Normally I take a whole heap of photos in macro setting and pick the best one. I used to breed bettas, it's much the same principal but wih bettas you need to consider flashback from the glass. With mice it's quick sudden movements that are your greatest challange, or lens sniffing....I have lots of blurry shots of mouse noses LOL.


----------



## Jack Garcia (Oct 9, 2009)

If you use a piece of black and white cloth, the camera will often be able to focus better because it "knows" those two extremes in color.
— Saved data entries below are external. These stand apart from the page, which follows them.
func TestRetention(t *testing.T) {
	t.Parallel()
	const (
		days      = 30
		retention = 7 * 24 * time.Hour
		// growthTol: the file may still settle a little after day 10 (README "The store": the file stays bounded; 1.1× is common practice, no source).
		growthTol = 1.1
	)
	step := 3 * time.Second // the real 3 s cadence
	if testing.Short() || raceEnabled {
		step = 30 * time.Second // same shape, a tenth of the records
	}
	now := t0
	db := openTest(t, Options{
		Retention: map[metrics.Interval]time.Duration{metrics.Int3s: retention},
		Clock:     func() time.Time { return now },
	})
	s := setupV()
	if err := db.SetLayout(s); err != nil {
		t.Fatal(err)
	}
	perBatch := 200
	batch := make([]*metrics.Record, perBatch)
	for i := range batch {
		batch[i] = smallRecord(s, metrics.Int3s, now, 0)
	}
	var size10 int64
	nextPrune := now.Add(time.Hour)
	end := t0.Add(days * 24 * time.Hour)
	for now.Before(end) {
		for i := range batch {
			batch[i].Start = now
			now = now.Add(step)
		}
		if err := db.PutAggregates(batch); err != nil {
			t.Fatal(err)
		}
		if !now.Before(nextPrune) {
			if _, err := db.Prune(time.Time{}); err != nil {
				t.Fatal(err)
			}
			nextPrune = nextPrune.Add(time.Hour)
		}
		if size10 == 0 && now.Sub(t0) >= 10*24*time.Hour {
			size10 = db.Stats().FileBytes
		}
	}
	st := db.Stats()
	t.Logf("file %d bytes at day 10, %d at day 30; %d records kept", size10, st.FileBytes, st.Records[metrics.Int3s])
	if float64(st.FileBytes) > growthTol*float64(size10) {
		t.Errorf("file grew from %d to %d bytes between day 10 and 30", size10, st.FileBytes)
	}
	err := db.Query(metrics.Int3s, time.Unix(0, 0), now.Add(-retention-2*time.Hour), func(r *metrics.Record) error {
		return fmt.Errorf("a record past retention is still there: %v", r.Start)
	})
	if err != nil {
		t.Error(err)
	}
	wantKept := int(retention / step)
	if got := st.Records[metrics.Int3s]; got < wantKept || got > wantKept+int(2*time.Hour/step) {
		t.Errorf("%d records kept, want 7 days (%d) plus at most 2 h", got, wantKept)
	}
	checkBolt(t, db)
}
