func marshalAlarm(st AlarmState) ([]byte, error) {
	a := alarmJSON{Name: st.Name, Raised: st.Raised, Since: st.Since, Severity: st.Severity,
		Pending: st.Pending, PendingSince: st.PendingSince, Seq: st.Seq, Baseline: st.Baseline}
	if st.Value == st.Value {
		v := st.Value
		a.Value = &v
	}
	return json.Marshal(a)
}

func encodeMessage(dst []byte, m *Message) ([]byte, error) {
	switch {
	case m.Class >= numClasses:
		return dst, fmt.Errorf("class %d: %w", m.Class, ErrBadMessage)
	case m.Topic == "" || len(m.Topic) > maxTopicLen:
		return dst, fmt.Errorf("topic of %d bytes: %w", len(m.Topic), ErrBadMessage)
	case m.QoS > 2:
		return dst, fmt.Errorf("qos %d: %w", m.QoS, ErrBadMessage)
	}
	var retain byte
	if m.Retain {
		retain = 1
	}
	dst = append(dst, m.QoS, retain)
	dst = be.AppendUint64(dst, uint64(m.Queued.UnixNano()))
	dst = binary.AppendUvarint(dst, uint64(len(m.Topic)))
	dst = append(dst, m.Topic...)
	return append(dst, m.Payload...), nil
}

func decodeMessage(seq uint64, c Class, v []byte) (Message, error) {
	m := Message{Seq: seq, Class: c}
	if len(v) < 10 {
		return m, fmt.Errorf("message %d: %w", seq, ErrCorrupt)
	}
	m.QoS, m.Retain = v[0], v[1] == 1
	m.Queued = unixNano(int64(be.Uint64(v[2:10])))
	n, k := binary.Uvarint(v[10:])
	if k <= 0 || n > uint64(len(v)-10-k) {
		return m, fmt.Errorf("message %d topic: %w", seq, ErrCorrupt)
	}
	p := v[10+k:]
	m.Topic = string(p[:n])
	m.Payload = append([]byte(nil), p[n:]...) // copy: v dies with the transaction
	return m, nil
}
For example, here are some of my mice on the cloth I have:


----------



## NaomiR (Feb 9, 2009)

Vi that's all really brilliant stuff, like you I just LOVE taking pictures of my animals and the only advice I could offer with regards to "light" is take them outside, I photograph the majority of my adult mice outside no replacement for decent daylight 

The babies I just photograph in their nest from the top but adults I tend to hold in one hand and photograph with them other, they are quite happy to climb all over my hand on an extended arm for quite a while offering various angles


----------



## violet1991 (Oct 3, 2008)

Jack Garcia said:


> If you use a piece of black and white cloth, the camera will often be able to focus better because it "knows" those two extremes in color.


VERY TRUE! sorta slipped my mind because I was in photographer mode.....and that mean messy BG, but yes that definatly works, the cam can recognise black and white quite easily, especially if they are put together.

Thanks Naomi  Someone asked me to write an article, and I couldn't think what to write so I decided "what do I like doing?" suddenly came to me that I clove taking pics!

Vi x


----------